- Occupation: Programmer
- Employer: Obsidian Entertainment
- Known for: Role-playing video games

= Darren Monahan =

Video game producer

Darren Monahan is the chief information officer and producer of Obsidian Entertainment and one of Obsidian's founders. Monahan works in the game industry, having worked for Interplay Entertainment in various capacities, including as a senior producer for Black Isle Studios, manager of quality assurance, and a programmer on many of Interplay's titles. As a producer, Monahan managed the development of six published products, including the entire Icewind Dale and Baldur's Gate: Dark Alliance series.

==Career==
Darren Monahan started out in the quality assurance department for Interplay Entertainment. Monahan met Feargus Urquhart while working in QA on one of his titles. Monahan then moved out of QA to become a programmer as part of Interplay's Tech Group. Monohan worked on Redneck Rampage Rides Again, credited with the redbook, autorun, and miscellaneous programming. Monahan later transferred to Black Isle Studios and became an associate producer on Icewind Dale. Monahan was the producer for Baldur's Gate: Dark Alliance at Black Isle Studios. He also produced Icewind Dale II.
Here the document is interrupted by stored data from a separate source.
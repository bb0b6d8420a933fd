import type { Metadata } from "next";
import { NotYet } from "@/components/not-yet";

export const metadata: Metadata = { title: "Revisions" };

export default function Page() {
  return (
    <NotYet feature="Revisions" what="Issued revisions of the paperwork, change markers and e-mail to the team." />
  );
}
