def _variograms(c) -> str:
    model = c.get("model")
    if not model:
        return '<div class="note">No model was fitted.</div>'
    parts = []
    rows = [("nugget (composite support)", model["nugget"], "", "", "")]
    for s in model["structures"]:
        r = s["ranges"]
        rows.append((s["shape"], s["sill"], r["major"], r["semi_major"], r["minor"]))
    parts.append(f"<p>Variance of the composites {number(model['variance'])}; {number(model['pairs_used'])} pairs "
                 f"along the principal axes; transform: {e(model.get('transform', 'none'))}.</p>")
    parts.append(table(["structure", "sill", "major range (m)", "semi-major range (m)", "minor range (m)"],
                       rows, numeric=[1, 2, 3, 4]))
    grade = model.get("model_in_grade_units")
    if grade:
        rows = [("nugget", grade["nugget"], "", "", "")]
        for s in grade["structures"]:
            r = s["ranges"]
            rows.append((s["shape"], s["sill"], r["major"], r["semi_major"], r["minor"]))
        parts.append(f"<h3>The model back in grade units</h3><p>The model above is of the {e(model.get('transform'))} "
                     f"values. In grade units, by the {e(grade['method'])}: {e(grade['assumption'])}. Fitted to that "
                     f"relation at 90 lags along the axes; largest relative misfit "
                     f"{number(100 * grade['largest_relative_misfit'], 3)}%.</p>")
        parts.append(table(["structure", "sill", "major range (m)", "semi-major range (m)", "minor range (m)"],
                           rows, numeric=[1, 2, 3, 4]))
        parts.append(image(figures.both_models(model, grade, model["variable"], model.get("transform")),
                           "the model fitted and back in grade units"))
    d = model.get("declustering")
    if d:
        cell = f"cells of {number(d['cell_m'])} m" if d.get("cell_m") else "no declustering"
        parts.append(f"<p>Statistics of the values fitted, naive beside declustered ({cell}; {e(d.get('rule', ''))}). "
                     "The sill is compared with the declustered variance.</p>")
        parts.append(table(["statistic", "naive", "declustered"],
                           [("mean", d["naive_mean"], d["mean"]), ("variance", d["naive_variance"], d["variance"])],
                           numeric=[1, 2]))
        if len(d.get("scan", {}).get("cell_m", [])) > 1:
            parts.append(image(figures.declustering(d, model["variable"]), "declustered mean against cell size"))
    if c.get("fit_variograms") is not None:
        parts.append(image(figures.fitted_variograms(c["fit_variograms"], model, model["variable"]),
                           "experimental variograms and model"))
    fit = model.get("fit", {})
    support = model.get("nugget_support") or {}
    if support:
        sample = support.get("sample_support")
        along = support.get("along_holes") or {}
        parts.append("<p>The nugget: " + e(support.get("method", "")) + ". At composite support "
                     f"{number(support.get('composite_support'))}"
                     + (f"; at sample support {number(sample)}, with "
                        f"{number(support.get('mean_effective_samples_per_composite'))} effective samples per "
                        "composite on average" if sample is not None else "")
                     + f". Down the holes: {e(along.get('shape', ''))} structure, sill {number(along.get('sill'))}, "
                     f"range {number(along.get('range_m'))} m, from {number(along.get('pairs'))} pairs.</p>")
    parts.append(f"<p>Lag {number(fit.get('lag_m'))} m; weights: {e(fit.get('weights'))}; choice: "
                 f"{e(fit.get('criterion'))}.</p>")
    if fit.get("candidates"):
        keys = [k for k in fit["candidates"][0] if not isinstance(fit["candidates"][0][k], (dict, list))]
        parts.append(table(keys, [[cand.get(k) for k in keys] for cand in fit["candidates"]],
                           numeric=[i for i, k in enumerate(keys)
                                    if isinstance(fit["candidates"][0][k], (int, float))]))
    parts.append(box("warn", fit.get("problems", []) + fit.get("warnings", [])))
    return "".join(parts)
Monahan was one of five developers who formed Obsidian Entertainment in June 2003, along with Chris Parker, Urquhart, Chris Jones and Chris Avellone. The five friends held a brainstorming session at the home of Chris Parker, where Monahan, Urquhart and Parker decided that between the three possible names of Three Clown Software, Scorched Earth and Obsidian, they liked Obsidian the least, since it reminded them of Black Isle. Monahan, Parker, and Urquhart used their credit cards to pay for most of the startup costs, with the total investment somewhere between $100,000 to $125,000. Monahan was the executive producer on Neverwinter Nights 2. Monahan, along with the other four company owners, was responsible for developing role-playing game titles including Fallout and Knights of the Old Republic II.